> EXERCISE AIM
Whenever a line in the data holds the string "duration", pull that line out.

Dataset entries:
Content starts
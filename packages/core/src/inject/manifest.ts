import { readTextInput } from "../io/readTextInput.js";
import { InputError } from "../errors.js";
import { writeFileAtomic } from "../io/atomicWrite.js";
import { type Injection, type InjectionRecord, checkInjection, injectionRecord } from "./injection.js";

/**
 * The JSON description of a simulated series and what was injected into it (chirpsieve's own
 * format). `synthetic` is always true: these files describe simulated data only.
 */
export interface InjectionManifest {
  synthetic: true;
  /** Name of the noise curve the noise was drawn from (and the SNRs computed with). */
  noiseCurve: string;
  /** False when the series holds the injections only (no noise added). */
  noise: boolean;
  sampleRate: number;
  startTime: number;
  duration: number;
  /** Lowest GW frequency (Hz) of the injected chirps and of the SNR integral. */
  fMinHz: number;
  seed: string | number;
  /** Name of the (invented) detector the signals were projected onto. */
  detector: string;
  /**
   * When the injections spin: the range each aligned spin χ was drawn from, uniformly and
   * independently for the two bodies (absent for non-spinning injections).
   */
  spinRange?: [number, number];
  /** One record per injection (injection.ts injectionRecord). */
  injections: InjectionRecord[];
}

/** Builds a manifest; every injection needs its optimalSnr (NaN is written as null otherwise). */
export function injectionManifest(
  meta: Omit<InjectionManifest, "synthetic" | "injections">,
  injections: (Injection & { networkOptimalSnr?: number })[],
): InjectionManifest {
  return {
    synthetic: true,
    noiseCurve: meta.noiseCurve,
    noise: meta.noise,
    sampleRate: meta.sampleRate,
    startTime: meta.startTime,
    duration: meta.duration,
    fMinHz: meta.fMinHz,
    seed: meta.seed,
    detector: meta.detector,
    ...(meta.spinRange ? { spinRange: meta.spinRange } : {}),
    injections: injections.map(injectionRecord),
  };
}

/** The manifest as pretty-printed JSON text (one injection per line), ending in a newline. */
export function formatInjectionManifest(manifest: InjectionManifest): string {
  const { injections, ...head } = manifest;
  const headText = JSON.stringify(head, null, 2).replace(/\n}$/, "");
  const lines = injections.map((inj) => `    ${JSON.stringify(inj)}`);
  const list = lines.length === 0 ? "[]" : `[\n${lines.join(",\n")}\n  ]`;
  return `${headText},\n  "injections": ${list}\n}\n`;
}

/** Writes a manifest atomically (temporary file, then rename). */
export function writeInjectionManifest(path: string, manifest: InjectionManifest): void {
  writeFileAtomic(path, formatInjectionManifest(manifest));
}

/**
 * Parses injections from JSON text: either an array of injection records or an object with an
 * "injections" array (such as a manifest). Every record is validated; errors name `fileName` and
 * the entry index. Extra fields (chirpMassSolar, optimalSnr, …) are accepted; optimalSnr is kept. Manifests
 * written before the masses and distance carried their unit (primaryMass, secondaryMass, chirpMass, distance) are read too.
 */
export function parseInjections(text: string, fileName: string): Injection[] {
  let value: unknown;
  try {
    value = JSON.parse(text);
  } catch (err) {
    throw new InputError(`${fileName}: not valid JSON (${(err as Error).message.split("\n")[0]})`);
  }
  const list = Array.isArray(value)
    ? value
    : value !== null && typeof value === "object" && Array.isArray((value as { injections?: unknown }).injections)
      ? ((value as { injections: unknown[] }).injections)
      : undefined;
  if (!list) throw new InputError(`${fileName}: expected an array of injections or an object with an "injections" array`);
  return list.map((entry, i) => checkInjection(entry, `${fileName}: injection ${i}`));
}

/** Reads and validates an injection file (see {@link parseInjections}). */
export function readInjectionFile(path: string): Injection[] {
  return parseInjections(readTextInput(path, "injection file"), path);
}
Content ends
> RESULT FOR THIS EXERCISE
  duration: number;
    duration: meta.duration,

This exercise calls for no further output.